**Exercise prompt:**
Using the data that follows, return exactly the lines from the one that contains "the row goes." through the one that contains "let start = &start;", ends included.

**Data excerpts:**

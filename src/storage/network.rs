//! Weighted bipartite networks with row and column labels.
//!
//! A [`Network`] is an `m x n` table of non-negative finite weights: rows are
//! one guild (plants, hosts, sites), columns the other (visitors, parasites,
//! species). Construction validates every weight and every label, so all later
//! computations may assume a well-formed network.
//!
//! Cells are stored densely (an [`ndarray::Array2`]) or sparsely (compressed
//! rows, [`Csr`]); see [`Network::from_triplets`] for the rule that chooses.

use std::collections::HashMap;
use std::fmt::{Debug, Display};
use std::sync::OnceLock;

use ndarray::{Array2, ArrayView2};
use num_traits::{ToPrimitive, Zero};
use rayon::prelude::*;

use crate::error::{Error, Result};
use crate::storage::bits::BitMatrix;
use crate::tolerance;

/// A weight type: any copyable number that can be compared and converted to
/// `f64` (all primitive integers and floats qualify).
pub trait Weight:
    Copy + PartialOrd + Zero + ToPrimitive + Debug + Display + Send + Sync + 'static
{
    /// The weight as `f64` (exact for integers below 2^53).
    #[inline]
    fn as_f64(self) -> f64 {
        self.to_f64().unwrap_or(f64::NAN)
    }
}

impl<T> Weight for T where
    T: Copy + PartialOrd + Zero + ToPrimitive + Debug + Display + Send + Sync + 'static
{
}

/// Cells in dense tables are capped at this many before an operation that
/// needs a dense table refuses (2^31 cells: 256 MiB as bits).
pub const DENSE_CELL_LIMIT: u128 = 1 << 31;

/// Bytes a dense table may take before an operation refuses it (4 GiB; a
/// sixth of the memory of the machines nidus is built on, so a mistaken
/// dense copy of a huge sparse network fails with a message, not an
/// out-of-memory kill).
pub const DENSE_BYTE_LIMIT: u128 = 1 << 32;

/// Compressed sparse rows: the non-zero cells of each row, columns ascending.
#[derive(Clone, Debug, PartialEq)]
pub struct Csr<T> {
    nrows: usize,
    ncols: usize,
    indptr: Vec<usize>,
    indices: Vec<u32>,
    values: Vec<T>,
}

impl<T: Weight> Csr<T> {
    /// Builds from `(row, col, weight)` triplets: repeated cells are summed
    /// (in input order) and zero weights are dropped.
    ///
    /// The triplets are ordered by a counting sort on the row (stable), then
    /// each row by a stable sort on the column, so repeats of a cell stay in
    /// input order and are summed in it.
    ///
    /// Cost: `O(m + L + sum over rows of d log d)` time (`d` a row's
    /// triplets), `O(m + L)` memory; from 2^16 triplets on, spread over the
    /// threads of the current rayon pool (same result for any number).
    ///
    /// The triplets are not validated: a row index of `nrows` or more
    /// panics, and column indices must be below `ncols`
    /// ([`Network::from_triplets`] checks both and the weights).
    pub fn from_triplets(nrows: usize, ncols: usize, entries: Vec<(u32, u32, T)>) -> Self {
        Self::from_counted_triplets(nrows, ncols, entries, None)
    }

    /// [`from_triplets`](Self::from_triplets), with the triplets of each row
    /// counted beforehand when `counts` is given (`counts[i]` for row `i`,
    /// `nrows` entries), so that a caller already passing over the
    /// triplets saves a pass when they are ordered on one thread.
    ///
    /// The triplets are cut into consecutive parts, one per thread (one
    /// below [`PARALLEL_TRIPLETS`]); each part's rows are counted on its
    /// thread, part `t`'s triplets of row `i` go after those of parts
    /// before `t` (so each row keeps input order), each part is scattered
    /// on its thread, and rows are then sorted and compacted in blocks of
    /// about equal size, one per part. Every row is built exactly as with
    /// one part.
    pub(crate) fn from_counted_triplets(
        nrows: usize,
        ncols: usize,
        entries: Vec<(u32, u32, T)>,
        counts: Option<Vec<usize>>,
    ) -> Self {
        let len = entries.len();
        let parts = triplet_parts(len);
        let part = len.div_ceil(parts).max(1);
        let count = |c: &[(u32, u32, T)]| {
            let mut k = vec![0usize; nrows];
            for &(i, _, _) in c {
                k[i as usize] += 1;
            }
            k
        };
        // Per part and row: the count, then where the part's next triplet
        // of the row goes.
        let mut next: Vec<Vec<usize>> = match counts {
            Some(c) if parts == 1 => vec![c],
            _ if parts == 1 => vec![count(&entries)],
            _ => entries.par_chunks(part).map(count).collect(),
        };
        let mut start = vec![0usize; nrows + 1];
        for i in 0..nrows {
            let mut at = start[i];
            for k in next.iter_mut() {
                let c = k[i];
                k[i] = at;
                at += c;
            }
            start[i + 1] = at;
        }
        debug_assert_eq!(start[nrows], len);
        let mut indices = vec![0u32; len];
        let mut values: Vec<T> = vec![T::zero(); len];
        let out = Scatter {
            indices: indices.as_mut_ptr(),
            values: values.as_mut_ptr(),
        };
        if parts == 1 {
            out.scatter(&entries, &mut next[0]);
        } else {
            entries
                .par_chunks(part)
                .zip(next.par_iter_mut())
                .for_each(|(c, next)| out.scatter(c, next));
        }
        drop(next);
        drop(entries);
        // Sort and compact blocks of consecutive rows with about equal
        // numbers of cells, one per thread.
        let mut bounds = vec![0usize];
        for p in 1..parts {
            let r = start.partition_point(|&s| s < len * p / parts).min(nrows);
            if r > *bounds.last().unwrap_or(&0) {
                bounds.push(r);
            }
        }
        if nrows > *bounds.last().unwrap_or(&0) {
            bounds.push(nrows);
        }
        let mut indptr = vec![0usize; nrows + 1];
        let mut jobs = Vec::with_capacity(bounds.len());
        {
            let (mut idx, mut val, mut ptr) = (&mut indices[..], &mut values[..], &mut indptr[1..]);
            for w in bounds.windows(2) {
                let (r0, r1) = (w[0], w[1]);
                let size = start[r1] - start[r0];
                let (bi, rest_i) = idx.split_at_mut(size);
                let (bv, rest_v) = val.split_at_mut(size);
                let (bp, rest_p) = ptr.split_at_mut(r1 - r0);
                (idx, val, ptr) = (rest_i, rest_v, rest_p);
                jobs.push((r0, r1, bi, bv, bp));
            }
        }
        let start = &start;
        let kept: Vec<usize> = if jobs.len() == 1 {
            jobs.into_iter()
                .map(|(r0, r1, idx, val, ptr)| row_block(start, (r0, r1), idx, val, ptr))
                .collect()
        } else {
            jobs.into_par_iter()
                .map(|(r0, r1, idx, val, ptr)| row_block(start, (r0, r1), idx, val, ptr))
                .collect()
        };
        // Close the gaps left by dropped cells, block by block.
        let mut out = 0;
        for (w, &k) in bounds.windows(2).zip(&kept) {
            let (r0, r1) = (w[0], w[1]);
            let from = start[r0];
            if from != out {
                indices.copy_within(from..from + k, out);
                values.copy_within(from..from + k, out);
            }
            for p in &mut indptr[r0 + 1..=r1] {
                *p += out;
            }
            out += k;
        }
        indices.truncate(out);
        values.truncate(out);
        Csr {
            nrows,
            ncols,
            indptr,
            indices,
            values,
        }
    }

    /// Builds from a dense table, keeping the non-zero cells.
    pub fn from_dense(w: ArrayView2<'_, T>) -> Self {
        let (nrows, ncols) = w.dim();
        let mut indptr = Vec::with_capacity(nrows + 1);
        indptr.push(0);
        let mut indices = Vec::new();
        let mut values = Vec::new();
        for row in w.rows() {
            for (j, &x) in row.iter().enumerate() {
                if !x.is_zero() {
                    indices.push(j as u32);
                    values.push(x);
                }
            }
            indptr.push(indices.len());
        }
        Csr {
            nrows,
            ncols,
            indptr,
            indices,
            values,
        }
    }

    /// Number of rows.
    pub fn nrows(&self) -> usize {
        self.nrows
    }
    /// Number of columns.
    pub fn ncols(&self) -> usize {
        self.ncols
    }
    /// Number of links (stored non-zero cells); the same quantity as
    /// [`Network::links`].
    pub fn links(&self) -> usize {
        self.indices.len()
    }
    /// Old name of [`links`](Self::links).
    #[doc(hidden)]
    pub fn nnz(&self) -> usize {
        self.links()
    }
    /// Row pointer array (`nrows + 1` entries).
    pub fn indptr(&self) -> &[usize] {
        &self.indptr
    }
    /// Column index of each stored cell.
    pub fn indices(&self) -> &[u32] {
        &self.indices
    }
    /// Weight of each stored cell.
    pub fn values(&self) -> &[T] {
        &self.values
    }
    /// Columns and weights of row `i`.
    pub fn row(&self, i: usize) -> (&[u32], &[T]) {
        let (a, b) = (self.indptr[i], self.indptr[i + 1]);
        (&self.indices[a..b], &self.values[a..b])
    }
    /// The same cells with weights as `f64` (exact for integers below 2^53).
    pub(crate) fn to_f64(&self) -> Csr<f64> {
        Csr {
            nrows: self.nrows,
            ncols: self.ncols,
            indptr: self.indptr.clone(),
            indices: self.indices.clone(),
            values: self.values.iter().map(|x| x.as_f64()).collect(),
        }
    }

    /// Compressed rows with every non-zero weight read as `f64`, borrowed
    /// when they already are.
    pub(crate) fn as_f64(&self) -> std::borrow::Cow<'_, Csr<f64>> {
        match (self as &dyn std::any::Any).downcast_ref::<Csr<f64>>() {
            Some(c) => std::borrow::Cow::Borrowed(c),
            None => std::borrow::Cow::Owned(self.to_f64()),
        }
    }

    /// The transpose, also compressed by rows (that is, the compressed
    /// columns of `self`). Cost `O(m + n + L)`.
    pub fn transpose(&self) -> Csr<T> {
        let mut indptr = vec![0usize; self.ncols + 1];
        for &j in &self.indices {
            indptr[j as usize + 1] += 1;
        }
        for j in 0..self.ncols {
            indptr[j + 1] += indptr[j];
        }
        let mut next = indptr.clone();
        let mut indices = vec![0u32; self.nnz()];
        let mut values = vec![T::zero(); self.nnz()];
        for i in 0..self.nrows {
            let (cols, vals) = self.row(i);
            for (&j, &w) in cols.iter().zip(vals) {
                let slot = &mut next[j as usize];
                indices[*slot] = i as u32;
                values[*slot] = w;
                *slot += 1;
            }
        }
        Csr {
            nrows: self.ncols,
            ncols: self.nrows,
            indptr,
            indices,
            values,
        }
    }
}

impl Csr<f64> {
    /// Binary rows (every weight 1) from lists the caller guarantees: each
    /// row's columns distinct, ascending and below `ncols`, `indptr`
    /// starting at 0 and ending at `indices.len()`.
    pub(crate) fn ones_from_lists(
        nrows: usize,
        ncols: usize,
        indptr: Vec<usize>,
        indices: Vec<u32>,
    ) -> Self {
        debug_assert_eq!(indptr.len(), nrows + 1);
        debug_assert_eq!(indptr.last().copied(), Some(indices.len()));
        let values = vec![1.0; indices.len()];
        Csr {
            nrows,
            ncols,
            indptr,
            indices,
            values,
        }
    }

    /// The row pointers and the column indices, the latter writable (row
    /// lengths cannot change); the caller keeps every row ascending.
    pub(crate) fn lists_mut(&mut self) -> (&[usize], &mut [u32]) {
        (&self.indptr, &mut self.indices)
    }
}

/// Fewest triplets that [`Csr::from_counted_triplets`] splits over threads.
const PARALLEL_TRIPLETS: usize = 1 << 16;

/// Parts [`Csr::from_counted_triplets`] cuts `len` triplets into: one
/// below [`PARALLEL_TRIPLETS`], else one per thread, at most 8 (each part
/// holds a position per row).
fn triplet_parts(len: usize) -> usize {
    if len < PARALLEL_TRIPLETS {
        1
    } else {
        rayon::current_num_threads().clamp(1, 8)
    }
}

/// The kept arrays of [`Csr::from_counted_triplets`], written by one
/// thread per part at once, each at its own positions.
struct Scatter<T> {
    indices: *mut u32,
    values: *mut T,
}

**Answer area:**
        // of the row goes.
        let mut next: Vec<Vec<usize>> = match counts {
            Some(c) if parts == 1 => vec![c],
            _ if parts == 1 => vec![count(&entries)],
            _ => entries.par_chunks(part).map(count).collect(),
        };
        let mut start = vec![0usize; nrows + 1];
        for i in 0..nrows {
            let mut at = start[i];
            for k in next.iter_mut() {
                let c = k[i];
                k[i] = at;
                at += c;
            }
            start[i + 1] = at;
        }
        debug_assert_eq!(start[nrows], len);
        let mut indices = vec![0u32; len];
        let mut values: Vec<T> = vec![T::zero(); len];
        let out = Scatter {
            indices: indices.as_mut_ptr(),
            values: values.as_mut_ptr(),
        };
        if parts == 1 {
            out.scatter(&entries, &mut next[0]);
        } else {
            entries
                .par_chunks(part)
                .zip(next.par_iter_mut())
                .for_each(|(c, next)| out.scatter(c, next));
        }
        drop(next);
        drop(entries);
        // Sort and compact blocks of consecutive rows with about equal
        // numbers of cells, one per thread.
        let mut bounds = vec![0usize];
        for p in 1..parts {
            let r = start.partition_point(|&s| s < len * p / parts).min(nrows);
            if r > *bounds.last().unwrap_or(&0) {
                bounds.push(r);
            }
        }
        if nrows > *bounds.last().unwrap_or(&0) {
            bounds.push(nrows);
        }
        let mut indptr = vec![0usize; nrows + 1];
        let mut jobs = Vec::with_capacity(bounds.len());
        {
            let (mut idx, mut val, mut ptr) = (&mut indices[..], &mut values[..], &mut indptr[1..]);
            for w in bounds.windows(2) {
                let (r0, r1) = (w[0], w[1]);
                let size = start[r1] - start[r0];
                let (bi, rest_i) = idx.split_at_mut(size);
                let (bv, rest_v) = val.split_at_mut(size);
                let (bp, rest_p) = ptr.split_at_mut(r1 - r0);
                (idx, val, ptr) = (rest_i, rest_v, rest_p);
                jobs.push((r0, r1, bi, bv, bp));
            }
        }
        let start = &start;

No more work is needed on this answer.